By Riemann mapping theorem, any simply connected domain is conformally equivalent to the unit disk. Is any simply connected domain in the complex plane conformally equivalent to the Cartesian product of an open unit disk and a closed unit disk?

Answer 1

No, this is only true for $\Bbb C^1 \leftrightarrow \Bbb R^2$. By (one of the many significant results called) Liouville's Theorem (in particular, not the well-known theorem from complex analysis that bears that name), for $n > 2$ any conformal isometry from one open subset of $\Bbb R^n$ to another is actually a restriction of a global isometry from the $1$-point compactification $\Bbb S^n$ of $\Bbb R^n$ to itself, and these in turn comprise an $\frac{1}{2}(n + 2)(n + 1)$-dimensional Lie group isomorphic to $SO(n + 1, 1)$. In particular there are "not enough" of these to map a given simply connected region in $\Bbb C^n$, $n > 1$ to another arbitrary simply connected region. (In fact, even the unit polydisk $\Bbb D \times \Bbb D \subset \Bbb C^2$ is not conformally equivalent to the unit ball in $\Bbb C^2 \leftrightarrow \Bbb R^4$.)

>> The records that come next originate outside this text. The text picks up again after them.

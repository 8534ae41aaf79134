type HeaderBag = Record<string, string | string[] | undefined> | Headers | undefined;

/**
 * The client's address for throttling: the first X-Forwarded-For entry (the load balancer in
 * front of the app servers must overwrite, not append to, what the client sent).
 */
export function clientAddress(headers: HeaderBag): string {
  const get = (name: string): string | undefined => {
    if (!headers) return undefined;
    if (typeof (headers as Headers).get === "function") return (headers as Headers).get(name) ?? undefined;
    const v = (headers as Record<string, string | string[] | undefined>)[name];
    return Array.isArray(v) ? v[0] : v;
  };
  const forwarded = get("x-forwarded-for")?.split(",")[0]?.trim();
  const real = get("x-real-ip")?.trim();
  // Next's own server fills x-forwarded-for with the socket peer when no proxy set it. A
  // forged header can only spread failures over more address keys; the per-account limit
  // still holds whatever the caller claims.
  return forwarded || real || "unknown";
}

This contrasts dramatically with the R.M.T., which contrapositively implies that the family of conformal maps on (an open subset of) $\Bbb C \leftrightarrow \Bbb R^2$ is infinite-dimensional. This is largely responsible for the major qualitative difference between conformal geometry in $2$ dimensions and in higher dimensions.

Answer 2

As Travis pointed out, there are very few conformal maps in dimension higher than $2$. The natural generalization of Riemann's mapping theorem to higher dimension is to ask, not for a conformal bijection, but for a biholomorphic map, i.e. a bijective holomorphic map $\Omega \to \Omega'$ with a holomorphic inverse. Such maps do not preserve all angles, but are the natural isomorphisms from a complex-analytic point of view.

Even so, there is nothing like Riemann's mapping theorem for $n \ge 2$. For example, the ball and the polydisc are not biholomorphically equivalent (see for example this question).

Even more surprisingly, let $\mathbb{B}$ be the unit ball in $\mathbb{C^n}$. If you make a tiny perturbation of $\mathbb{B}$ you will almost certainly get a domain that is not biholomorphically equivalent to $\mathbb{B}$. This claim can be made precise in several way. For example, for any $\varepsilon > 0$ there are uncountably many pairwise non-biholomorphically equivalent domains with Hausdorff distance less than $\varepsilon$ from $\mathbb{B}$.